I am just starting to explore some of the functions of post processing. I use GIMP, and so far have been pretty satisfied with it especially for the price (FREE ;D)
I recently posted this shot in the photo competition thread:
I put it up without comment, because I could not decide whether I had improved it, or ruined it . I am leaning toward the ruined side. Mickey reinforced that opinion when he asked if I had sharpened it. Here is the original shot, un-altered:
This was taken on Fuji 400 Superia film with a Pentax P3n wearing a Vivitar/Komine 35-70mm lens. It was given a .50 unsharp mask in Gimp.
For my taste, if digital alteration is obvious, it is to much, unless one is deliberately striving for a particular look. What do you folks think of these two versions?
The first picture is definitely over sharpened. If it is a jpeg file, the camera will have sharpened it in camera and it is unlikely to need additional sharpening. I always use RAW files with my digital camera and sharpen to 3.5 although GIMP offers 5 as the default.
Last Edit: Nov 10, 2012 11:34:11 GMT -5 by Peltigera
I like the second shot better. I use the sharpen feature as little as possible, there are times, however, when you have to do it. If it's a digital shot, I always leave an untouched copy on a disk just in case I goof it up. That happens more often than I care to admit
BTW, I use Photoscape. It's easy to use and is free as well
Last Edit: Nov 10, 2012 13:35:35 GMT -5 by Doug T.
I do use sharpen and any other corrective features available in Photoshop 4. I know that if I don't like what I have done I can always go back one step at a time or revert to the original picture. I also frequently make a duplicate of the original if I think I really should not alter it but just can't resist. I use JPEG.
My method: Scan the neg with a Coolsan IV ED, always use ICE4 and the Nikon Scan V4 software, trim the curves to fit the extremes in RGD, red, green and blue, save as lossless TIFF. Later, with Photoshop only relatively small alterations (like horizon, some cropping) are necessary; and always use unsharp mask with negatives. (unless the object is female:-)
Digital images most of the time don't need sharpening; more the opposite...
I work like Hansz, including tuning colour balance and saturation, and archive the resulting fullsize tif file without sharpening. I then make copies as needed, resized and converted to jpg, adding a little unsharp mask for viewing on screen, a little more for printing, in either case in order to compensate for losses in the process.
The lack of sharpness from focusing errors can't be compensated by subsequent digital sharpening.
I'm also a big fan of Photoscape, the latest version is very good, the other software I really like a lot id Faststone, again it's free. Faststone does everything you need for quick and easy PP, and more advanced if you need it. I really like the interface, just move the mouse cursor to the side edges of the screen and the various menus or exif data appear, and at the top a slideshow of everything in the selected folder. If you use the mouse rather than keyboard shortcuts then this is perfect. I've got Photoshop Elements and the full version, but rarely use either now, they're just big and slow and do far more than I need. If a picture needs that much work then it's probably not worth bothering with.

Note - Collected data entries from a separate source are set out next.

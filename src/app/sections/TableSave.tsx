import { useState } from "react";
import { figureCsv } from "../../export/figureCsv.ts";
import type { FigureTable } from "../../figures/figureSpec.ts";
import { download } from "../page/download.ts";

/** Takes a table along as CSV, with all its digits. */
export function TableSave({ name, table }: { name: string; table: () => FigureTable }) {
  const [failed, setFailed] = useState<string | null>(null);
  const save = () => {
    try {
      download(`waneline-${name}.csv`, figureCsv(table()), "text/csv");
      setFailed(null);
    } catch (error) {
      setFailed(`The table could not be saved: ${error instanceof Error ? error.message : error}.`);
    }
  };
  return (
    <p className="figure-actions table-save">
      <button
        type="button"
        className="action"
        aria-label={`Table of ${name.replaceAll("-", " ")} as CSV`}
        onClick={save}
      >
        CSV
      </button>
      {failed !== null && <span role="alert">{failed}</span>}
    </p>
  );
}
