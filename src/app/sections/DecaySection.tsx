import type { ReactNode } from "react";
import type { Comparison } from "../../core/comparison.ts";
import type { Sentence } from "../../export/sentences/piece.ts";
import { decayFigure } from "../../figures/decayFigure.ts";
import { formatNumber } from "../../figures/formatNumber.ts";
import type { WorkspaceChange } from "../../sheet/workspace.ts";
import { figureName } from "../page/figureNumbers.ts";
import type { CaseView } from "../session/caseView.ts";
import { ArgumentSection, type SectionFigure } from "./ArgumentSection.tsx";
import { DecayChoices } from "./DecayChoices.tsx";
import { DecayFolds } from "./DecayFolds.tsx";
import { FlagNotes } from "./FlagNotes.tsx";
import { flagGroups } from "./flagGroups.ts";
import { NoLaw } from "./NoLaw.tsx";
import type { Note } from "./SectionFrame.tsx";

const figure: SectionFigure = {
  name: figureName("decay"),
  title: "Decay of the energy, with the joint regions of exponent and origin",
  widthMm: 178,
  build: decayFigure,
  caption: (
    <>
      (<i>a</i>) Energy against distance from the virtual origin. Filled: inside the fit window; open:
      outside; the law is thin where it is extended. Below, residuals from the law; an open arrowhead stands
      for one beyond the strip. Bars: 95 %. (<i>b</i>) Joint 68 % and 95 % regions of <i>n</i> and the virtual
      origin in the chosen window, the contours of the profile itself (dotted and empty while they are those
      of the window before); bars: their adopted 95 % intervals, for an automatic window the union over later
      starts; dashed: exponents of the classical hypotheses.
    </>
  ),
};

/** Intensity and decay: the law, its origin, and what else could be said of them. */
export function DecaySection({
  cases,
  sentences,
  stale,
  late,
  comparisons,
  onChange,
  children,
}: {
  cases: readonly CaseView[];
  sentences: readonly Sentence[];
  stale: boolean;
  /** True while the argument has been waited for longer than a moment. */
  late: boolean;
  comparisons: readonly Comparison[];
  onChange: (change: WorkspaceChange) => void;
  /** Further folds. */
  children?: ReactNode;
}) {
  const fitted = cases.filter(({ decay }) => decay !== null && decay.points.length > 0);
  const notes: Note[] = [
    {
      name: "Choices",
      fact: cases.every(({ of }) => of.sheet.fit.window === "auto")
        ? "automatic window"
        : "window set by hand",
      body: <DecayChoices cases={cases} onChange={onChange} />,
    },
    ...flagNotes(fitted),
    ...correlationNote(fitted),
  ];
  return (
    <ArgumentSection
      id="decay"
      cases={cases}
      sentences={sentences}
      stale={stale}
      figure={fitted.length > 0 ? figure : null}
      notes={notes}
    >
      {cases.map((view) => (
        <NoLaw view={view} onChange={onChange} key={view.id} />
      ))}
      {fitted.length > 0 && <DecayFolds comparisons={comparisons} late={late} onChange={onChange} />}
      {children}
    </ArgumentSection>
  );
}

/** The doubts about the laws, beside them. */
function flagNotes(cases: readonly CaseView[]): Note[] {
  const groups = flagGroups(cases.map((view) => ({ ...view, stations: [], reduced: null })));
  if (groups.length === 0) return [];
  return [{ name: "Flags", fact: String(groups.length), body: <FlagNotes groups={groups} unit="" /> }];
}

/** From this size on, n and x0 cannot be read apart. */
const tied = 0.8;

function correlationNote(cases: readonly CaseView[]): Note[] {
  const values = cases.flatMap(({ decay }) => decay?.correlation_n_x0 ?? []);
  if (!values.some((value) => Math.abs(value) > tied)) return [];
  const text = values.map((value) => formatNumber(value, 2)).join(" and ");
  const along = cases[0].along ?? "x";
  return [
    {
      name: "Correlation",
      body: (
        <p>
          <i className="sym">n</i> and{" "}
          <span className="sym">
            {along}
            <sub className="up">0</sub>
          </span>{" "}
          are tied ({text}): an origin {along === "t" ? "that is later" : "further downstream"} asks for a
          smaller exponent. Quote both.
        </p>
      ),
    },
  ];
}
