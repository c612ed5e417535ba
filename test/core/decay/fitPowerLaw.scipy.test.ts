import { readFileSync } from "node:fs";
import { describe, it } from "vitest";
import { fitPowerLaw } from "../../../src/core/decay/fitPowerLaw.ts";
import { expectClose } from "../../support/expectClose.ts";

interface SciPyFit {
  lnA: number;
  x0: number;
  n: number;
  covariance: number[];
}
interface Fixture {
  x: number[];
  q: number[];
  error: number[];
  fits: Record<string, SciPyFit>;
}

// SciPy 1.17.1, scipy.optimize.curve_fit; the script beside the fixture is make_decay.py
const fixture: Fixture = JSON.parse(
  readFileSync(new URL("../../reference/scipy/decay.json", import.meta.url), "utf8"),
);
const values = {
  relative: 1e-7,
  because: "curve_fit stops when a step no longer lowers the sum: half the digits",
};
const covariances = { relative: 1e-5, because: "a covariance follows the values, correlated to 0.98" };

describe.each(Object.entries(fixture.fits))("a law fitted as by SciPy's curve_fit: %s", (name, expected) => {
  const error = name.includes("known") ? fixture.error : null;
  const residuals = name.startsWith("log") ? "log" : "linear";
  const fit = fitPowerLaw({ x: fixture.x, q: fixture.q, error }, { residuals });

  it("has the same A, x0 and n", () => {
    expectClose(Math.log(fit.A), expected.lnA, values);
    expectClose(fit.x0, expected.x0, values);
    expectClose(fit.n, expected.n, values);
  });
  it("has the same covariance of ln A, x0 and n", () => {
    for (let at = 0; at < 9; at++) expectClose(fit.covariance?.[at], expected.covariance[at], covariances);
  });
});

I find sharpening film scans is very difficult, the film grain reacts differently to digital noise in most software, but Topaz Denoise seems to be the best at it.
If you sharpen in GIMP, use the "unsharp Mask" option, and know that the default of 0.50 is too high and will produce noticeable artifacts in your image. I use 0.29 most of the time, when I think a little sharpness is needed. No one has ever commented on it in an image I've shown, but it produces a definite improvement in a slightly soft image.
If it's significantly OOF there isn't much you can do about it, without making it look strange.